Here is an example for local user accounts in a fictional role local_users:

- name: Lookup existing users
  ansible.builtin.getent:
    database: passwd

- name: Filter existing users with 60000 > uid > 1000
  ansible.builtin.set_fact:
    existing_users: "{{ (existing_users | default([])) + [item.key] }}"
  with_dict: "{{ ansible_facts.getent_passwd }}"
  when: "60000 > item.value[1] | int > 1000"

- name: Ensure non-declared users are absent
  become: true
  ansible.builtin.user:
    name: "{{ item }}"
    state: absent
    force: true
  loop: "{{ existing_users | default([]) | difference(local_users_users) }}"

- name: Ensure declared users are present
  become: true
  ansible.builtin.user:
    name: "{{ item }}"
  loop: "{{ local_users_users }}"

Dynamic includes

It is possible to include tasks dynamically, for example to choose different methods.

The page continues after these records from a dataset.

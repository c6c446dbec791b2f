import { useState } from 'react';
import { useTranslation } from 'react-i18next';
import type { AcceptanceView } from '@shared/schemas/acceptance';
import type { UsageFigures } from '@shared/schemas/usage';
import { formatFigure } from '@shared/domain/usage';
import { isPin } from '@shared/schemas/plain';
import { Button } from '@/components/ui/button';
import { Notice, RefusalNotices } from '@/components/ui/notice';
import { PinEntry } from '@/components/ui/pin-entry';
import { lastUsageWords, UsageEntry } from '@/components/ui/usage-entry';
import { localTime } from '@/lib/when';
import { useCloseFlight } from '../api/close-flight';

type Stage = 'idle' | 'figures' | 'pin';
const stages = { idle: 'idle', figures: 'figures', pin: 'pin' } as const satisfies Record<Stage, Stage>;

const figuresWords = (f: UsageFigures) =>
  `${formatFigure('hours', f.hours)}, ${formatFigure('flights', f.flights)}, ${formatFigure('landings', f.landings)}`;

/**
 * The pilot's close of a flight: the airframe's hours, flights and landings after it, then the PIN typed again as
 * the signature. A refusal (a figure behind the last one, or too far ahead) keeps the figures typed, to correct.
 */
export function FlightClosePanel({ view }: { view: AcceptanceView }) {
  const close = useCloseFlight(view.airframe.id);
  const [stage, setStage] = useState<Stage>('idle');
  const [figures, setFigures] = useState<UsageFigures>(view.lastUsage);
  const [pin, setPin] = useState('');
  const { t } = useTranslation('acceptance');

  if (stage === 'idle') {
    return (
      <div className="flex flex-col gap-3">
        {close.isSuccess && (
          <div data-testid="flight-closed">
            <Notice
              tone="normal"
              title={t('flightClose.doneTitle', { at: localTime(close.data.recordedAt) })}
            >
              {t('flightClose.doneText', {
                fleetNumber: view.airframe.fleetNumber,
                figures: figuresWords(close.data.figures),
              })}
            </Notice>
          </div>
        )}
        <Button
          tone="neutral"
          size="large"
          className="w-full"
          onClick={() => {
            close.reset();
            setFigures(view.lastUsage);
            setStage(stages.figures);
          }}
        >
          {t('flightClose.button')}
        </Button>
      </div>
    );
  }
  const cancel = () => {
    setStage(stages.idle);
    setPin('');
    close.reset();
  };
  return (
    <section
      className="flex flex-col gap-4 rounded-2xl border-2 border-signal-edge bg-ink-soft p-5"
      aria-label={t('flightClose.button')}
    >
      <h2 className="text-[28px] font-bold">
        {t('flightClose.title', { fleetNumber: view.airframe.fleetNumber })}
      </h2>
      {stage === 'figures' ? (
        <>
          <p className="text-[22px] text-ink-muted">
            {t('flightClose.enterNow', { last: lastUsageWords(view.lastUsage) })}
          </p>
          <UsageEntry last={view.lastUsage} value={figures} onChange={setFigures} stacked />
        </>
      ) : (
        <PinEntry
          label={
            <span className="text-[24px] font-bold">
              {t('flightClose.pinLabel', { figures: figuresWords(figures) })}
            </span>
          }
          value={pin}
          onChange={setPin}
          testId="flight-close-pin"
          disabled={close.isPending}
        />
      )}
      <RefusalNotices title={t('flightClose.failed')} failed={close} />
      <div className="flex gap-3">
        <Button
          tone="neutral"
          size="large"
          onClick={stage === 'pin' ? () => setStage(stages.figures) : cancel}
        >
          {stage === 'pin' ? t('back') : t('cancel')}
        </Button>
        {stage === 'figures' ? (
          <Button tone="primary" size="large" className="flex-1" onClick={() => setStage(stages.pin)}>
            {t('next')}
          </Button>
        ) : (
          <Button
            tone="go"
            size="large"
            className="flex-1"
            disabled={!isPin(pin) || close.isPending}
            onClick={() =>
              close.mutate(
                { usage: figures, pin },
                {
                  onSettled: () => setPin(''),
                  onSuccess: () => setStage(stages.idle),
                  // Back to the figures with the refusal shown: nothing typed is lost.
                  onError: () => setStage(stages.figures),
                },
              )
            }
          >
            {close.isPending ? t('signing') : t('flightClose.sign')}
          </Button>
        )}
      </div>
    </section>
  );
}
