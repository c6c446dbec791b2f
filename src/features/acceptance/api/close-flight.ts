import { useMutation, useQueryClient } from '@tanstack/react-query';
import type { CloseFlightInput, UsageEntry } from '@shared/schemas/usage';
import { apiPost } from '@/lib/api-client';
import { acceptanceViewQueryOptions } from './get-acceptance-view';

export const closeFlight = (airframeId: number, input: CloseFlightInput) =>
  apiPost<UsageEntry>(`/airframes/${airframeId}/flight-close`, input);

export function useCloseFlight(airframeId: number) {
  const queryClient = useQueryClient();
  return useMutation({
    mutationFn: (input: CloseFlightInput) => closeFlight(airframeId, input),
    onSettled: () =>
      void queryClient.invalidateQueries({ queryKey: acceptanceViewQueryOptions(airframeId).queryKey }),
  });
}
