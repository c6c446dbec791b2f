import { useMutation, useQueryClient } from '@tanstack/react-query';
import type { AcceptanceRecord } from '@shared/schemas/acceptance';
import { apiPost } from '@/lib/api-client';
import { acceptanceViewQueryOptions } from './get-acceptance-view';

export const acceptAirframe = (airframeId: number, pin: string) =>
  apiPost<AcceptanceRecord>(`/airframes/${airframeId}/accept`, { pin });

export function useAcceptAirframe(airframeId: number) {
  const queryClient = useQueryClient();
  return useMutation({
    mutationFn: (pin: string) => acceptAirframe(airframeId, pin),
    onSettled: () =>
      void queryClient.invalidateQueries({ queryKey: acceptanceViewQueryOptions(airframeId).queryKey }),
  });
}
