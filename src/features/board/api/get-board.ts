import { queryOptions, useQuery } from '@tanstack/react-query';
import type { AirframeSummary } from '@shared/schemas/airframes';
import { ApiRequestError, apiGet } from '@/lib/api-client';

/** `?board=<token>` on a TV with nobody signed in; the server reads it as a read-only board link. */
export const boardQuery = (boardToken: string | null) =>
  boardToken ? `?board=${encodeURIComponent(boardToken)}` : '';

export const getBoard = (boardToken: string | null, signal?: AbortSignal) =>
  apiGet<AirframeSummary[]>(`/airframes${boardQuery(boardToken)}`, signal);

export const boardQueryOptions = (boardToken: string | null = null) =>
  queryOptions({
    queryKey: ['board', boardToken ?? 'session'] as const,
    queryFn: ({ signal }) => getBoard(boardToken, signal),
    staleTime: 0,
    retry: false,
  });

/** A revoked or unknown link will not start working again by asking; a TV asking forever only adds noise. */
export const isDeadBoardLink = (error: unknown) =>
  error instanceof ApiRequestError &&
  (error.code === 'board_link_revoked' || error.code === 'board_link_unknown');

/**
 * Polls every 5 s while the event stream is down; while it is up the stream says when to fetch, and a slow
 * poll still proves the server (and the board link) alive, so a quiet hangar is not shown as stale.
 */
export const useBoard = (polling: boolean, boardToken: string | null = null) =>
  useQuery({
    ...boardQueryOptions(boardToken),
    refetchInterval: (query) => (isDeadBoardLink(query.state.error) ? false : polling ? 5_000 : 15_000),
    refetchIntervalInBackground: true,
  });
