import { useEffect, useState } from 'react';
import { useQueryClient } from '@tanstack/react-query';
import { boardQueryOptions } from './get-board';

/** Listens to /api/board/events and refetches the board on each change; reports whether the stream is up. */
export function useBoardEvents(enabled: boolean): { streaming: boolean } {
  const queryClient = useQueryClient();
  const [streaming, setStreaming] = useState(false);
  useEffect(() => {
    if (!enabled || typeof EventSource === 'undefined') return;
    const source = new EventSource('/api/board/events', { withCredentials: true });
    const refetch = () => void queryClient.invalidateQueries({ queryKey: boardQueryOptions().queryKey });
    const up = () => {
      setStreaming(true);
      // Anything may have changed while the stream was down.
      refetch();
    };
    source.addEventListener('hello', up);
    source.addEventListener('change', refetch);
    source.onerror = () => setStreaming(false);
    return () => {
      source.close();
      setStreaming(false);
    };
  }, [enabled, queryClient]);
  return { streaming };
}
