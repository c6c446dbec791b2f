import { useState } from 'react';
import type { AcceptanceView } from '@shared/schemas/acceptance';
import type { UsageFigures } from '@shared/schemas/usage';
import { formatFigure } from '@shared/domain/usage';
import { isPin } from '@shared/schemas/plain';
import { Button } from '@/components/ui/button';
import { Notice, RefusalNotices } from '@/components/ui/notice';
import { PinEntry } from '@/components/ui/pin-entry';
import { lastUsageWords, UsageEntry } from '@/components/ui/usage-entry';
import { localTime } from '@/lib/when';
import { useCloseFlight } from '../api/close-flight';

type Stage = 'idle' | 'figures' | 'pin';

const figuresWords = (f: UsageFigures) =>
  `${formatFigure('hours', f.hours)}, ${formatFigure('flights', f.flights)}, ${formatFigure('landings', f.landings)}`;

/**
 * The pilot's close of a flight: the airframe's hours, flights and landings after it, then the PIN typed again as
 * the signature. A refusal (a figure behind the last one, or too far ahead) keeps the figures typed, to correct.
 */
export function FlightClosePanel({ view }: { view: AcceptanceView }) {
  const close = useCloseFlight(view.airframe.id);
  const [stage, setStage] = useState<Stage>('idle');
  const [figures, setFigures] = useState<UsageFigures>(view.lastUsage);
  const [pin, setPin] = useState('');

  if (stage === 'idle') {
    return (
      <div className="flex flex-col gap-3">
        {close.isSuccess && (
          <div data-testid="flight-closed">
            <Notice tone="normal" title={`Flight closed ${localTime(close.data.recordedAt)}`}>
              {view.airframe.fleetNumber} now stands at {figuresWords(close.data.figures)}.
            </Notice>
          </div>
        )}
        <Button
          tone="neutral"
          size="large"
          className="w-full"
          onClick={() => {
            close.reset();
            setFigures(view.lastUsage);
            setStage('figures');
          }}
        >
          Close a flight
        </Button>
      </div>
    );
  }
  const cancel = () => {
    setStage('idle');
    setPin('');
    close.reset();
  };
  return (
    <section
      className="flex flex-col gap-4 rounded-2xl border-2 border-signal-edge bg-ink-soft p-5"
      aria-label="Close a flight"
    >
      <h2 className="text-[28px] font-bold">Close a flight on {view.airframe.fleetNumber}</h2>
      {stage === 'figures' ? (
        <>
          <p className="text-[22px] text-ink-muted">
            Enter what the aircraft shows now. {lastUsageWords(view.lastUsage)}
          </p>
          <UsageEntry last={view.lastUsage} value={figures} onChange={setFigures} stacked />
        </>
      ) : (
        <PinEntry
          label={<span className="text-[24px] font-bold">Sign {figuresWords(figures)}: type your PIN</span>}
          value={pin}
          onChange={setPin}
          testId="flight-close-pin"
          disabled={close.isPending}
        />
      )}
      <RefusalNotices title="Flight not closed" failed={close} />
      <div className="flex gap-3">
        <Button tone="neutral" size="large" onClick={stage === 'pin' ? () => setStage('figures') : cancel}>
          {stage === 'pin' ? 'Back' : 'Cancel'}
        </Button>
        {stage === 'figures' ? (
          <Button tone="primary" size="large" className="flex-1" onClick={() => setStage('pin')}>
            Next
          </Button>
        ) : (
          <Button
            tone="go"
            size="large"
            className="flex-1"
            disabled={!isPin(pin) || close.isPending}
            onClick={() =>
              close.mutate(
                { usage: figures, pin },
                {
                  onSettled: () => setPin(''),
                  onSuccess: () => setStage('idle'),
                  // Back to the figures with the refusal shown: nothing typed is lost.
                  onError: () => setStage('figures'),
                },
              )
            }
          >
            {close.isPending ? 'Signing…' : 'Sign flight close'}
          </Button>
        )}
      </div>
    </section>
  );
}
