import { queryOptions, useQuery } from '@tanstack/react-query';
import type { AirframeSummary } from '../../../../shared/schemas/api';
import { apiGet } from '../../../lib/api-client';

export const getBoard = (signal?: AbortSignal) => apiGet<AirframeSummary[]>('/airframes', signal);

export const boardQueryOptions = () =>
  queryOptions({ queryKey: ['board'] as const, queryFn: ({ signal }) => getBoard(signal), staleTime: 0, retry: false });

/** Polls only while the event stream is down; otherwise the stream says when to fetch. */
export const useBoard = (polling: boolean) => useQuery({ ...boardQueryOptions(), refetchInterval: polling ? 5_000 : false, refetchIntervalInBackground: true });
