import { Router, type Request } from 'express';
import type { Sequelize } from 'sequelize';
import { z } from 'zod';
import { airframeInputSchema, printIdsSchema } from '@shared/schemas/fleet';
import { requireRole } from '@server/middleware/session-guard';
import { createAirframe, listBases, listFleet, reissueTag, tagSheet, updateAirframe } from './fleet.service';

const idSchema = z.coerce.number().int().positive();
const idsSchema = printIdsSchema('airframe');

/** The address the tag encodes is the one this server was reached at, so a tag printed here works here. */
const originOf = (req: Request) => `${req.protocol}://${req.get('host')}`;

export function fleetRoutes(sequelize: Sequelize): Router {
  const router = Router();
  const engineering = requireRole('engineering');
  router.get('/fleet/bases', engineering, async (_req, res) => {
    res.json(await listBases());
  });
  router.get('/fleet/airframes', engineering, async (_req, res) => {
    res.json(await listFleet());
  });
  router.post('/fleet/airframes', engineering, async (req, res) => {
    res.status(201).json(await createAirframe(sequelize, airframeInputSchema.parse(req.body), req.user!.id));
  });
  router.post('/fleet/airframes/:id', engineering, async (req, res) => {
    const id = idSchema.parse(req.params.id);
    res.json(await updateAirframe(sequelize, id, airframeInputSchema.parse(req.body), req.user!.id));
  });
  router.post('/fleet/airframes/:id/reissue-tag', engineering, async (req, res) => {
    res.json(await reissueTag(sequelize, idSchema.parse(req.params.id), req.user!.id));
  });
  router.get('/fleet/tag-sheet', engineering, async (req, res) => {
    const ids = idsSchema.parse(typeof req.query.ids === 'string' ? req.query.ids : undefined);
    res.json(await tagSheet(originOf(req), ids));
  });
  return router;
}
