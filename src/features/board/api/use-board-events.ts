import { useEffect, useState } from 'react';
import { useQueryClient } from '@tanstack/react-query';
import { queryKeys } from '@/lib/query-keys';
import { boardQuery } from '@shared/schemas/board-address';

/** Listens to /api/board/events and refetches the board on each change; reports whether the stream is up. */
export function useBoardEvents(enabled: boolean, boardToken: string | null = null): { streaming: boolean } {
  const queryClient = useQueryClient();
  const [streaming, setStreaming] = useState(false);
  useEffect(() => {
    if (!enabled || typeof EventSource === 'undefined') return;
    // EventSource cannot send headers, so a board link rides in the query string.
    const source = new EventSource(`/api/board/events${boardQuery(boardToken)}`, { withCredentials: true });
    const refetch = () =>
      void queryClient.invalidateQueries({ queryKey: queryKeys.airframes.list(boardToken) });
    const up = () => {
      setStreaming(true);
      // Anything may have changed while the stream was down.
      refetch();
    };
    source.addEventListener('hello', up);
    source.addEventListener('change', refetch);
    source.onerror = () => setStreaming(false);
    return () => {
      source.close();
      setStreaming(false);
    };
  }, [enabled, boardToken, queryClient]);
  return { streaming };
}
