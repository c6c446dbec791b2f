import { useQuery } from '@tanstack/react-query';
import { ApiRequestError } from '@/lib/api-client';
import { airframesQueryOptions } from '@/lib/shared-queries';

/** A revoked or unknown link will not start working again by asking; a TV asking forever only adds noise. */
export const isDeadBoardLink = (error: unknown) =>
  error instanceof ApiRequestError &&
  (error.code === 'board_link_revoked' || error.code === 'board_link_unknown');

/**
 * Polls every 5 s while the event stream is down; while it is up the stream says when to fetch, and a slow
 * poll still proves the server (and the board link) alive, so a quiet hangar is not shown as stale.
 */
export const useBoard = (polling: boolean, boardToken: string | null = null) =>
  useQuery({
    ...airframesQueryOptions(boardToken),
    staleTime: 0,
    retry: false,
    refetchInterval: (query) => (isDeadBoardLink(query.state.error) ? false : polling ? 5_000 : 15_000),
    refetchIntervalInBackground: true,
  });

This way, instead of using blocks with complicated when: ... statements, you can switch based on a variable:

- name: Fetch authentication credentials
  ansible.builtin.include_tasks: "fetch_{{ auth_fetch_method }}.yml"

Another use case for dynamic includes is to reuse more complex code in loops:

- name: Perform complex task
  ansible.builtin.include_tasks: "complex_task.yml"
  loop:
    - ["entity_a", "entity_b"]
  loop_control:
    loop_var: complex_task_var

This will include complex_task.yml and pass the variable complex_task_var to it, once with the value entity_a and once with the value entity_b

When you do these dynamic includes, do not nest things too deep: Task files live all in the same directory, it might make sense to create new roles at some point.

Secret management

While it is okay for small projects, avoid ansible-vault for bigger ones. If you must use it, make sure that you encrypt complete variable files (following the inventory trick above) rather than parts of it. And make sure that you have some mechanism such as pre-commit hooks in place to prevent those files from being checked in unencrypted. Otherwise, you are in for a lot of manual decrypting and encrypting strings.

A better alternative is to use a plugin which can retrieve secrets on demand, such as the hashi_vault plugin – of course, granted you have access to such a secret store. This way the name of the secret instead of the secret itself becomes part of your configuration, making it portable and safe to share your configuration, as there is no encryption required anymore.

Meta dependencies

The dependencies: [] in meta/main.yml is somewhat ambiguously named. I always thought I had to list collections my role required because I would use a module from it in my role. But it is different: You list roles which are always executed before your own tasks run. For example, if you have a role which starts a docker container, you might want to consider adding geerlingguy.docker as a dependency. Beware though that adding something as a dependency which you do not want to run every time you execute a playbook (e.g., installing some packages) might slow down your playbook execution.

Performance optimization

In many situations, there will be a CI pipeline running the playbook and it will not matter much if it takes a minute or two instead of a few seconds to run. However, leaving environmental impacts aside, developing and ad-hoc running of playbooks can take some time if your playbooks take long to execute and lead to frustration. Tags are a solution but I don’t like tags that much – though I cannot pinpoint yet why. Instead I find myself stupidly toggling roles in playbooks when I work on something, which is arguably worse.

Anyways, to improve execution times, it is always important to measure them first. Luckily, ansible comes with a couple of handy tools for that, which you can configure in your ansible.cfg:

[defaults]
callbacks_enabled = timer, profile_roles

This will measure the execution times of each role (profile_roles) and print timestamps after your tasks (timer). Not only will it help you identify bottlenecks, it also makes debugging easier to know when certain tasks have been executed.